• [Work to complete]
Your answer should be a single number: how many lines in the data below hold the string "grainSizeSummary".

[Material for this exercise — start]

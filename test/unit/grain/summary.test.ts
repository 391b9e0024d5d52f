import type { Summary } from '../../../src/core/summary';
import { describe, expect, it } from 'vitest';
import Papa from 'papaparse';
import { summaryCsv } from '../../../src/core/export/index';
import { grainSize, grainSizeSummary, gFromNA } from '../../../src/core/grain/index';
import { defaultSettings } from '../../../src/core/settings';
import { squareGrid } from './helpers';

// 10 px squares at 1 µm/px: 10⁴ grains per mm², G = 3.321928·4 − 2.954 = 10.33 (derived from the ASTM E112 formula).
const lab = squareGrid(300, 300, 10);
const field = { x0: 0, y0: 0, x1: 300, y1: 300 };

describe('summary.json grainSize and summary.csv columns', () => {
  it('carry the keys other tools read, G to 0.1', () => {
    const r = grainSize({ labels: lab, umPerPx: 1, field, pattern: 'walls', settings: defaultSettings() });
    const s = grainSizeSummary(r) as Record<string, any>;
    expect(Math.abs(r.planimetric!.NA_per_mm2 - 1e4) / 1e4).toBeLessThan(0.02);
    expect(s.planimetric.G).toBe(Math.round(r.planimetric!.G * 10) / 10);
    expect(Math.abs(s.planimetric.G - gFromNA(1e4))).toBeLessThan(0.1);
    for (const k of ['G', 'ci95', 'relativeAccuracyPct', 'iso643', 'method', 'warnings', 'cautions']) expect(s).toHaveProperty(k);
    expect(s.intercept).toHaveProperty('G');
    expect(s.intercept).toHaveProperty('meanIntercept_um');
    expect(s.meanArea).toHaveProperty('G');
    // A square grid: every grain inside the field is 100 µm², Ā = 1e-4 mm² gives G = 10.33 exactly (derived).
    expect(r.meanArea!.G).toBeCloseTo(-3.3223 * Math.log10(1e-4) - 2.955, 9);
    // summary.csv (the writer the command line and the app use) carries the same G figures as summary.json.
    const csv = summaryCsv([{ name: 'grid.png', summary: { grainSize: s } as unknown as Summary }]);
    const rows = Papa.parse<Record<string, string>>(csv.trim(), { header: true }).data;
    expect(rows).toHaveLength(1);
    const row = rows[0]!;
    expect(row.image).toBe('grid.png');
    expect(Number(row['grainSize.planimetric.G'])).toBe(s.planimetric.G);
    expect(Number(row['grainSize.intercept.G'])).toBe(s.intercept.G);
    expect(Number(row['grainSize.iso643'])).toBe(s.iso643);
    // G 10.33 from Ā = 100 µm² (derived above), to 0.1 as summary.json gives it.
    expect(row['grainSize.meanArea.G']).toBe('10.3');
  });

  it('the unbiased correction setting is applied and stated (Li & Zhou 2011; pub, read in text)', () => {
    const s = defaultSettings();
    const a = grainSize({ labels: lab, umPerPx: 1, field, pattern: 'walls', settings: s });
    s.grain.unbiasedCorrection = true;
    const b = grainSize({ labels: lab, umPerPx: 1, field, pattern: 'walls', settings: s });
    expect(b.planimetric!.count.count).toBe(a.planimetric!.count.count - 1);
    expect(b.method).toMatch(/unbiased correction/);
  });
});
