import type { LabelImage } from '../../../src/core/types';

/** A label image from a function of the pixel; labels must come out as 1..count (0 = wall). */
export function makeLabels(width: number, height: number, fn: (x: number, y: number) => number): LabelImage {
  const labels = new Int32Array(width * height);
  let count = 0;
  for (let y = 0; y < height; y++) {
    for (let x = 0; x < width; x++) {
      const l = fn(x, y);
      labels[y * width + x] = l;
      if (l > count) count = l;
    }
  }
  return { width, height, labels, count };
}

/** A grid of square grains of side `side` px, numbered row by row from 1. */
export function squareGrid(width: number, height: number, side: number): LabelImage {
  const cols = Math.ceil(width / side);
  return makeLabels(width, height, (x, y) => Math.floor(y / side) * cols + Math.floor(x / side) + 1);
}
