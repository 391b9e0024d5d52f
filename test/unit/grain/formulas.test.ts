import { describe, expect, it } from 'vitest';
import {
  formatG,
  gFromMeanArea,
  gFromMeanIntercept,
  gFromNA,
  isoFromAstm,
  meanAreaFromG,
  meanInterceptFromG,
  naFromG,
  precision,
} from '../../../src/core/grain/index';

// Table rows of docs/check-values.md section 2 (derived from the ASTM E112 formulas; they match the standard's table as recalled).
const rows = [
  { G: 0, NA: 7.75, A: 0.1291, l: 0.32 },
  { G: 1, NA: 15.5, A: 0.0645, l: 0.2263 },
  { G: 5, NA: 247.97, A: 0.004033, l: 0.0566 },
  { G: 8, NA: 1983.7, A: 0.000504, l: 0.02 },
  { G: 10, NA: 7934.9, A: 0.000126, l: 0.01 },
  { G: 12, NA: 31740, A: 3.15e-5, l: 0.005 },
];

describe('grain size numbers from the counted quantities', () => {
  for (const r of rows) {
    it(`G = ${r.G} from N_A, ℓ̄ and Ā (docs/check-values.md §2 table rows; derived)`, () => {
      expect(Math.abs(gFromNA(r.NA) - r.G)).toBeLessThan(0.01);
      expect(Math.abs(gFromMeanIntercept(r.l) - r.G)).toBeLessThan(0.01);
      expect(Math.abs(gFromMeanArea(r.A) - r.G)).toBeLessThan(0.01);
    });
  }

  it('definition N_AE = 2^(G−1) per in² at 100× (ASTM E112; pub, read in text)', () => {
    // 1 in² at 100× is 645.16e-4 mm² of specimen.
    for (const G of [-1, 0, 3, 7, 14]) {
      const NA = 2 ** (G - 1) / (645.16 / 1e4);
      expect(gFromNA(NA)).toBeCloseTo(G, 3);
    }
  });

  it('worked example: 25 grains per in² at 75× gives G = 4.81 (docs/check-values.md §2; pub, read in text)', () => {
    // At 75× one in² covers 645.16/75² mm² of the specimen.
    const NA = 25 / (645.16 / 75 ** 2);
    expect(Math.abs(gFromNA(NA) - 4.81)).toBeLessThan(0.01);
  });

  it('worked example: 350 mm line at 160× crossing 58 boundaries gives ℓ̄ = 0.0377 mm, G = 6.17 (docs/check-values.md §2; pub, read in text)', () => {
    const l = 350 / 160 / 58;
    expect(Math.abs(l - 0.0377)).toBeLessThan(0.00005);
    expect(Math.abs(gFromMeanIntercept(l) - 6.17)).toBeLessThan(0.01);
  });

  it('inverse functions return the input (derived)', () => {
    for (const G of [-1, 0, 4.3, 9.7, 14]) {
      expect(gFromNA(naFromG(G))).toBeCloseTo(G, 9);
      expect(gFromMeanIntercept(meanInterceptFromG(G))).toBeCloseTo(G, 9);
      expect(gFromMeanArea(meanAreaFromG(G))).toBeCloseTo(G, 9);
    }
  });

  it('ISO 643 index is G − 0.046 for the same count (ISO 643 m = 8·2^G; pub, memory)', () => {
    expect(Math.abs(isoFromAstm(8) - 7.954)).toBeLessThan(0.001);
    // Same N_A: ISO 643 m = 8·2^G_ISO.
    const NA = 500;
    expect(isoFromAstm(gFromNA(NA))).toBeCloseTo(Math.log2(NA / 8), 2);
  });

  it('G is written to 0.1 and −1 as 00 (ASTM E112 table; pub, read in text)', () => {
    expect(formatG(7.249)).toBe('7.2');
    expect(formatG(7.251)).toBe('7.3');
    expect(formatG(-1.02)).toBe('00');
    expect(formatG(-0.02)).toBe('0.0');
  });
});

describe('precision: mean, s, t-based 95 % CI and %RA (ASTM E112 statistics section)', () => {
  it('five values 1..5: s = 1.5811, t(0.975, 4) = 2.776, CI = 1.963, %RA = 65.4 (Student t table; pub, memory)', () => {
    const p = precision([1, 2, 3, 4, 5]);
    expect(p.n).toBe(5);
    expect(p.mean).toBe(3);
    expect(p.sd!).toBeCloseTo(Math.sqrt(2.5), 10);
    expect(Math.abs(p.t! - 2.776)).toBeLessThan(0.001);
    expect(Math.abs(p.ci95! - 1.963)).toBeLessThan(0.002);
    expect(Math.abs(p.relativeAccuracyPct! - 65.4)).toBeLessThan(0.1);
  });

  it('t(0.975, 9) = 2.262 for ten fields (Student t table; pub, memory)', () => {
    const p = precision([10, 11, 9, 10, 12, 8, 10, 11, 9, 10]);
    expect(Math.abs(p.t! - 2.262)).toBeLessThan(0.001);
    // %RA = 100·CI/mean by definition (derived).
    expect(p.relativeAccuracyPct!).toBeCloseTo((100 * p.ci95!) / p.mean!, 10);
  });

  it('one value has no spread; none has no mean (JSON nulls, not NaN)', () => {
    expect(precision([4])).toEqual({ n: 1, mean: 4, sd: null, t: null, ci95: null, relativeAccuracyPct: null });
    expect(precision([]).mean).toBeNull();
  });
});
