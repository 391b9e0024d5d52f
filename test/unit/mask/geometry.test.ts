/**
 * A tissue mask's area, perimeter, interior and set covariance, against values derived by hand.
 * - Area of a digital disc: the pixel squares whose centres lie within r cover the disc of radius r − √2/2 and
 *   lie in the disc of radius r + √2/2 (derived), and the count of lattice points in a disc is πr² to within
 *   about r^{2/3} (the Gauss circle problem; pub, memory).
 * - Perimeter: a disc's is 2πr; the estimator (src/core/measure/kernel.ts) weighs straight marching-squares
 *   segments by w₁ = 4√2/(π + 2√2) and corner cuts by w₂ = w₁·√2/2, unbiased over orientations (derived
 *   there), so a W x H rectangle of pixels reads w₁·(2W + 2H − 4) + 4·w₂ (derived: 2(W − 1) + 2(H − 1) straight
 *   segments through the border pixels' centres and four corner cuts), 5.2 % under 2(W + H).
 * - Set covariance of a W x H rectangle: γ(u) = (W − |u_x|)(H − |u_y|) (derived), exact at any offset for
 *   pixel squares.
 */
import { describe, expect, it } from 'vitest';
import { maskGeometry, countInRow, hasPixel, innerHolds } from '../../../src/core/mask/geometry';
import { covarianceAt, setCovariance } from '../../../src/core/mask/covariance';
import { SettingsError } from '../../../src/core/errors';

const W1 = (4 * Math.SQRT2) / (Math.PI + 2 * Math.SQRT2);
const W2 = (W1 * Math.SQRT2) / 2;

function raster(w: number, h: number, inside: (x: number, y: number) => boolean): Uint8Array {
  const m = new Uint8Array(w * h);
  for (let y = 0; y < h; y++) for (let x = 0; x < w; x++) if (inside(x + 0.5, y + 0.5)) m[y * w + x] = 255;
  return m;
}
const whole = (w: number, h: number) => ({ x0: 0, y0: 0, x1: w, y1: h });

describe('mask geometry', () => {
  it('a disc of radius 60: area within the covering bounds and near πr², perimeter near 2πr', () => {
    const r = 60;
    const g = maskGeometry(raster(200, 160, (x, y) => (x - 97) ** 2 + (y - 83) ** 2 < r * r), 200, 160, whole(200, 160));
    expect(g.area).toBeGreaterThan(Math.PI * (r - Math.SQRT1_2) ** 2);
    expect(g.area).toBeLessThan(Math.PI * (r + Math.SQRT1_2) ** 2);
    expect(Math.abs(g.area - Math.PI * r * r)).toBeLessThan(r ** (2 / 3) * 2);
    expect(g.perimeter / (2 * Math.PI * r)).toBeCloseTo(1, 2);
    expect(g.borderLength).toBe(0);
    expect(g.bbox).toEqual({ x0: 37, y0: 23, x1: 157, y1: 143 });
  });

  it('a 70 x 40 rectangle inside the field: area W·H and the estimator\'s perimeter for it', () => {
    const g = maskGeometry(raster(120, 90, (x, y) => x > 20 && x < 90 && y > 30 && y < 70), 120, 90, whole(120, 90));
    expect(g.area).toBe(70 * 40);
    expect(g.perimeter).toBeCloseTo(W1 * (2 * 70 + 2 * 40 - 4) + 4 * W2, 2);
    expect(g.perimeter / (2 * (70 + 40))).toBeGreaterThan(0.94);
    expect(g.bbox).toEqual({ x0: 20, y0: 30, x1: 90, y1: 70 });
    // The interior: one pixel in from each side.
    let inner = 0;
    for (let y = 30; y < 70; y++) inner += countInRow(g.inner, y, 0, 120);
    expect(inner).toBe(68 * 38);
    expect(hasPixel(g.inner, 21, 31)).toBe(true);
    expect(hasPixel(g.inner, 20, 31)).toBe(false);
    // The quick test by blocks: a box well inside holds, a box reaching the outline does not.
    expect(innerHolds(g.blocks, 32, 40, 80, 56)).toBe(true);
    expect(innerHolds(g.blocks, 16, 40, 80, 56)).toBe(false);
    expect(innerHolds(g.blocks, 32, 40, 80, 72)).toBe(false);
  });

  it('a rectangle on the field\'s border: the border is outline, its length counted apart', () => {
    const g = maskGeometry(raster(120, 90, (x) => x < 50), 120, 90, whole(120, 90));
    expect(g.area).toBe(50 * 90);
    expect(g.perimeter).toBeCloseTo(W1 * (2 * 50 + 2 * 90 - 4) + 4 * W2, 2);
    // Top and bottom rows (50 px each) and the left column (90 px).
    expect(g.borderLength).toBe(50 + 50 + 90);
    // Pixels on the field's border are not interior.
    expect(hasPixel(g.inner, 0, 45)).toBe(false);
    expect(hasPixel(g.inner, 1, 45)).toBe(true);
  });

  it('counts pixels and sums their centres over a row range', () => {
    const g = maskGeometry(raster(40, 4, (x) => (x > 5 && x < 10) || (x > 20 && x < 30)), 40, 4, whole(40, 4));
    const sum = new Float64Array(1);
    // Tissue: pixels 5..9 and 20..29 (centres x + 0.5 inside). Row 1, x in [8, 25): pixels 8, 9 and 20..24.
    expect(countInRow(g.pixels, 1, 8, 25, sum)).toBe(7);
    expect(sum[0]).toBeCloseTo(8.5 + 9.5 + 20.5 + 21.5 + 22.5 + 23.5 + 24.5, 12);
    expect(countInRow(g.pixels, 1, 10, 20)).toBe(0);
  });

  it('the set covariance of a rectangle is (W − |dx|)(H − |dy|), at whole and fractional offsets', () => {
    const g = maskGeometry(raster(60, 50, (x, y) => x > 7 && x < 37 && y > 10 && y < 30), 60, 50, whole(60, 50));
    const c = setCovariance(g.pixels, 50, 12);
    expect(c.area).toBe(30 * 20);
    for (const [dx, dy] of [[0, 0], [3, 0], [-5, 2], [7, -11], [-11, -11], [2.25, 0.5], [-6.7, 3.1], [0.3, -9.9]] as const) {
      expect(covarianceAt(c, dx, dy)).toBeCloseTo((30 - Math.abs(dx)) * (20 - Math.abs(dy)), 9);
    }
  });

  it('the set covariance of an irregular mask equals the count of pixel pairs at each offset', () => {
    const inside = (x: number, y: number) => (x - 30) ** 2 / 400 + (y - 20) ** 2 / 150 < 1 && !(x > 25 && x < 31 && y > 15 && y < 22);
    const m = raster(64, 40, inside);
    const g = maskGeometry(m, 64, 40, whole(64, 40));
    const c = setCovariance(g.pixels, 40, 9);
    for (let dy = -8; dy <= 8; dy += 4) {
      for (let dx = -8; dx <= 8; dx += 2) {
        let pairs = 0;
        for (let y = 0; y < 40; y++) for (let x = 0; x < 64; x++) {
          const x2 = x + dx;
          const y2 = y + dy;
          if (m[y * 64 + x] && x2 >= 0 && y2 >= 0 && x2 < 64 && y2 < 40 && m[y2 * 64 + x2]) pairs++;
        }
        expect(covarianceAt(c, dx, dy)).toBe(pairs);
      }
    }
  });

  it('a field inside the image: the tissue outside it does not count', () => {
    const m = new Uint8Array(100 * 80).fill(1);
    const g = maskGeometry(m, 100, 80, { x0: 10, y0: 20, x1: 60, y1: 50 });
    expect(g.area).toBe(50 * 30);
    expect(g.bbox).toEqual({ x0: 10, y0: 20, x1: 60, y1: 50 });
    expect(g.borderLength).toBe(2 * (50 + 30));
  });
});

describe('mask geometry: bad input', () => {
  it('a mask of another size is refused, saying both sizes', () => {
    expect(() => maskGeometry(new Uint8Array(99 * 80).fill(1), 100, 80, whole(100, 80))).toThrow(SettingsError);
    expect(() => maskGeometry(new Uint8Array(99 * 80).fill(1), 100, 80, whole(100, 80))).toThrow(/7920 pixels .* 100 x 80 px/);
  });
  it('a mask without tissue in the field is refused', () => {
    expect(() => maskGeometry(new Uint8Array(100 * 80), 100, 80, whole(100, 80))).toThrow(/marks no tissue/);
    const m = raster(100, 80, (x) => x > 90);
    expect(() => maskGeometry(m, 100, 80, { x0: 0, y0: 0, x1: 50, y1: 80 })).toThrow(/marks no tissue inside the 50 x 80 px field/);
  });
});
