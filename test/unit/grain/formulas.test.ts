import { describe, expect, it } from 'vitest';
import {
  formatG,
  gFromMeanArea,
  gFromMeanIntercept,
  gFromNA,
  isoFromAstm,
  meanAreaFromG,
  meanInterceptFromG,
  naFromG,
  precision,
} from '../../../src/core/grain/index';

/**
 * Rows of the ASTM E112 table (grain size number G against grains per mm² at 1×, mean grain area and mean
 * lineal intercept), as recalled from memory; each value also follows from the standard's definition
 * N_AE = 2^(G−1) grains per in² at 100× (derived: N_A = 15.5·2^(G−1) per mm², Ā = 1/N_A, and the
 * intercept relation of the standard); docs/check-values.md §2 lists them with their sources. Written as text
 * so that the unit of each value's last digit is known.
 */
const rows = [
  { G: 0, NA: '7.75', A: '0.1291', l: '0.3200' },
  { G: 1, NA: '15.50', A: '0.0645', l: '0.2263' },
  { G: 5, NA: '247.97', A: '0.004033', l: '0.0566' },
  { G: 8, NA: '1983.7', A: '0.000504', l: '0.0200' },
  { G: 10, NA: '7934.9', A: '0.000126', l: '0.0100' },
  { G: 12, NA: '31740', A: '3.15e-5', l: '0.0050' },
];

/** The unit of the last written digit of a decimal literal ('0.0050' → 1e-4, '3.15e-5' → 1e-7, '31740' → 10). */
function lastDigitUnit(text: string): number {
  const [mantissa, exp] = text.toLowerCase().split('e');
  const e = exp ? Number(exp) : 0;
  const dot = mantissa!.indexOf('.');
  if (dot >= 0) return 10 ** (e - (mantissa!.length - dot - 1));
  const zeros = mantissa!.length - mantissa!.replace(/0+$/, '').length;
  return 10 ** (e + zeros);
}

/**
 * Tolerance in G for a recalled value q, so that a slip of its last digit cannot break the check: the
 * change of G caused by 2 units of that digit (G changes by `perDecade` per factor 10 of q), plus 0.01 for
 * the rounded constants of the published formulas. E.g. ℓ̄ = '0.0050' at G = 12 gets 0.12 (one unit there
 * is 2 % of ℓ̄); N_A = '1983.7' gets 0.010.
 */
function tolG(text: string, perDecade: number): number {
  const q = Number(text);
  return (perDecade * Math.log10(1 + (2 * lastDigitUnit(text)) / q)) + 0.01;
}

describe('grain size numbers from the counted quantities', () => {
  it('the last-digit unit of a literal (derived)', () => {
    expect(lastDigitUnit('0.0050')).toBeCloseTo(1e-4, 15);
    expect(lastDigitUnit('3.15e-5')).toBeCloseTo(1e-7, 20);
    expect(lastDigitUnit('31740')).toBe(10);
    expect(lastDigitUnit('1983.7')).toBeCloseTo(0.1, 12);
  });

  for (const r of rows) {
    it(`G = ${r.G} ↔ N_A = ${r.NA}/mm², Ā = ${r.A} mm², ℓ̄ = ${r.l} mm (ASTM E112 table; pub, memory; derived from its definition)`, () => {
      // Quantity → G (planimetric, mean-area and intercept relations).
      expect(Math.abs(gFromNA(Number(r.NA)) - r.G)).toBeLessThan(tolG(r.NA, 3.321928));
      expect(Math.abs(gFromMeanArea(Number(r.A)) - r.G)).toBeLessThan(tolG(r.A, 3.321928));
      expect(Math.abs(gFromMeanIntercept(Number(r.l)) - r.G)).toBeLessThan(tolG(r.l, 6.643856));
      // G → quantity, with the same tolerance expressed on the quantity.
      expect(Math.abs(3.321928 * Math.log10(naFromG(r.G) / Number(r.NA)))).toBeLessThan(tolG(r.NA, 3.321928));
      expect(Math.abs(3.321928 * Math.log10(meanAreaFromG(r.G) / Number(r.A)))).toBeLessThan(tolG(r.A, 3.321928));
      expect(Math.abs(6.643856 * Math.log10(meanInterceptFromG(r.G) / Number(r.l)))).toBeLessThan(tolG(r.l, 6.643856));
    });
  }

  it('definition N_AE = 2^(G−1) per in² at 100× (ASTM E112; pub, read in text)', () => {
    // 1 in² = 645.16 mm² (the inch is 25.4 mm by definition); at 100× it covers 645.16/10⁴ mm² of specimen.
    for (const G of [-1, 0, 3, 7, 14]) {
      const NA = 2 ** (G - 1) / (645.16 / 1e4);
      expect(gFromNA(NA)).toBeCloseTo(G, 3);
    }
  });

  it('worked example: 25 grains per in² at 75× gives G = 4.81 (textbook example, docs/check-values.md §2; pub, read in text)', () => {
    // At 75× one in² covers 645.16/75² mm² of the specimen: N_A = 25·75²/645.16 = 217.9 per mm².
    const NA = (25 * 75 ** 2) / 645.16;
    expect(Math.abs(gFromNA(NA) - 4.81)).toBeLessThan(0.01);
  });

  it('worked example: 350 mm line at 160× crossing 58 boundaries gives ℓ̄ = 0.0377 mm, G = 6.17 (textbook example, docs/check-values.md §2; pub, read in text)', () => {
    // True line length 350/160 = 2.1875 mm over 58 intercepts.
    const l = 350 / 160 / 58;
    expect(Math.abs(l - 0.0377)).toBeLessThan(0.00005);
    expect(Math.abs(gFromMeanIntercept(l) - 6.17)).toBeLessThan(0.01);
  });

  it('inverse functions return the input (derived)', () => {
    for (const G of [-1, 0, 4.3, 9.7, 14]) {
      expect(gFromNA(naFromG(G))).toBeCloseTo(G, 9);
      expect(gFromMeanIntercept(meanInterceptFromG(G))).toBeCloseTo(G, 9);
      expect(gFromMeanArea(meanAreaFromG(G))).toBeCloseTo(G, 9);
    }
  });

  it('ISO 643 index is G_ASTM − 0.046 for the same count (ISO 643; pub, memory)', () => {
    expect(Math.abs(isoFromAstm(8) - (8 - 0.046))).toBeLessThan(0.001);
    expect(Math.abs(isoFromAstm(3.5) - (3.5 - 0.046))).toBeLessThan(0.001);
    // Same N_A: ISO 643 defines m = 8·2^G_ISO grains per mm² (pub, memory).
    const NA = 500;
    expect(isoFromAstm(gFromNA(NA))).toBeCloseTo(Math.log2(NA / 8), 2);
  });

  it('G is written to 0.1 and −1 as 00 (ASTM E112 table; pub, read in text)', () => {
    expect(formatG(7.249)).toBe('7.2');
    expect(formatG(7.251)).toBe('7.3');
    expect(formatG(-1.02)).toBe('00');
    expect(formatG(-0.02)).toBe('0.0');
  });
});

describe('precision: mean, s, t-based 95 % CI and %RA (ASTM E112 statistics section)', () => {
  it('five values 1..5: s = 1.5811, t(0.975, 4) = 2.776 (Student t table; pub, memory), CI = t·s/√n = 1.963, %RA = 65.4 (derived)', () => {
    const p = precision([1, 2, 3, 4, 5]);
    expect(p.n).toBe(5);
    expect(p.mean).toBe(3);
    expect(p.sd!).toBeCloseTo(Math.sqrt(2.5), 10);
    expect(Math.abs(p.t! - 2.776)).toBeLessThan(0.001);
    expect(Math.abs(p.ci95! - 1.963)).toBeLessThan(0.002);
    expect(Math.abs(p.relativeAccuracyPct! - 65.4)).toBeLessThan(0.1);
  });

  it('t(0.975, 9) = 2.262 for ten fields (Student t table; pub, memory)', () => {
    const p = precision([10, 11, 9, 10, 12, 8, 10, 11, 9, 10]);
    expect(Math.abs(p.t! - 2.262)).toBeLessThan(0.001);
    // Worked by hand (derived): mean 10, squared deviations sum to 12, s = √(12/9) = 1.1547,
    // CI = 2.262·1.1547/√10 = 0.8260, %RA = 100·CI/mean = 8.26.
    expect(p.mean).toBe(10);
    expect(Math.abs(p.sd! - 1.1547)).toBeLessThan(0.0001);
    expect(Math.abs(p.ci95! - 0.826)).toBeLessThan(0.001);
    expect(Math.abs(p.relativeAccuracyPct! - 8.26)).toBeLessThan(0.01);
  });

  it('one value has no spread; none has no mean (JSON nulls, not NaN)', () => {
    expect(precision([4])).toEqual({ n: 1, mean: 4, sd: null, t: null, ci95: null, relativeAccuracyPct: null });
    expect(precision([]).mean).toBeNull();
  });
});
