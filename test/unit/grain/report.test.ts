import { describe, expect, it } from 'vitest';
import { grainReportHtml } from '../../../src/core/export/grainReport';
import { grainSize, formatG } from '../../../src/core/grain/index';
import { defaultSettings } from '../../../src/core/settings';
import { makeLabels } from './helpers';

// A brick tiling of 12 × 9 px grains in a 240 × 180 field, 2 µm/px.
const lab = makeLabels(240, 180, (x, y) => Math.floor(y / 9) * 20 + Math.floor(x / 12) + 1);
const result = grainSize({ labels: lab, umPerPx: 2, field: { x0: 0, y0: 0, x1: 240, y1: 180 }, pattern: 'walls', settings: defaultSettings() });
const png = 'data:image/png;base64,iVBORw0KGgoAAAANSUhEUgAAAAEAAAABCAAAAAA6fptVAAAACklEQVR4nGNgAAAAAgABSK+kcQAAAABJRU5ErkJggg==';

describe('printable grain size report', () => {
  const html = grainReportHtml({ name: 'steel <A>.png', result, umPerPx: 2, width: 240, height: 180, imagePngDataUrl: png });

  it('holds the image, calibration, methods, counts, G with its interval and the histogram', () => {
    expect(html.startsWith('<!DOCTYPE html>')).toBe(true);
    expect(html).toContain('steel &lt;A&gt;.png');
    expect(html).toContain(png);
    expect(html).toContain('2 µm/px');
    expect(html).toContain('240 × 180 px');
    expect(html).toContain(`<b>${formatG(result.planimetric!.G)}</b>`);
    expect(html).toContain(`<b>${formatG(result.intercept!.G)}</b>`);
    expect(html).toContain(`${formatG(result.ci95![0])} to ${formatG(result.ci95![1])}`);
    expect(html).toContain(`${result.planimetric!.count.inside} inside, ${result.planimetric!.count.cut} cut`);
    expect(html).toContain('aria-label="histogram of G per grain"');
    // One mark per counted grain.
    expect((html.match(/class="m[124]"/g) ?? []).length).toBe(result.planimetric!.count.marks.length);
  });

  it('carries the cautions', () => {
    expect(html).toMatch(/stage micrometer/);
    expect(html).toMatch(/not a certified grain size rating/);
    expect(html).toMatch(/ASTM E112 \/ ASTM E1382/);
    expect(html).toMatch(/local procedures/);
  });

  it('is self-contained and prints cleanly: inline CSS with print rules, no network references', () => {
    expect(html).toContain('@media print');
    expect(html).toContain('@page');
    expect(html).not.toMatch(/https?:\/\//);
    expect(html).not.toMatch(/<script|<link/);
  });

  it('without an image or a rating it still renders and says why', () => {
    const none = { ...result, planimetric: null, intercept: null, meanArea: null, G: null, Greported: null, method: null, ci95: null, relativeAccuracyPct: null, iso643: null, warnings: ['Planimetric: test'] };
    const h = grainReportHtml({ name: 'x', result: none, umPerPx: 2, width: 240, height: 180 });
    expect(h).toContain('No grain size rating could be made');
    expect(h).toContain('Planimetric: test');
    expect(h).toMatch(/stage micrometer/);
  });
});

[Material for this exercise — finish]

• [Written response]
2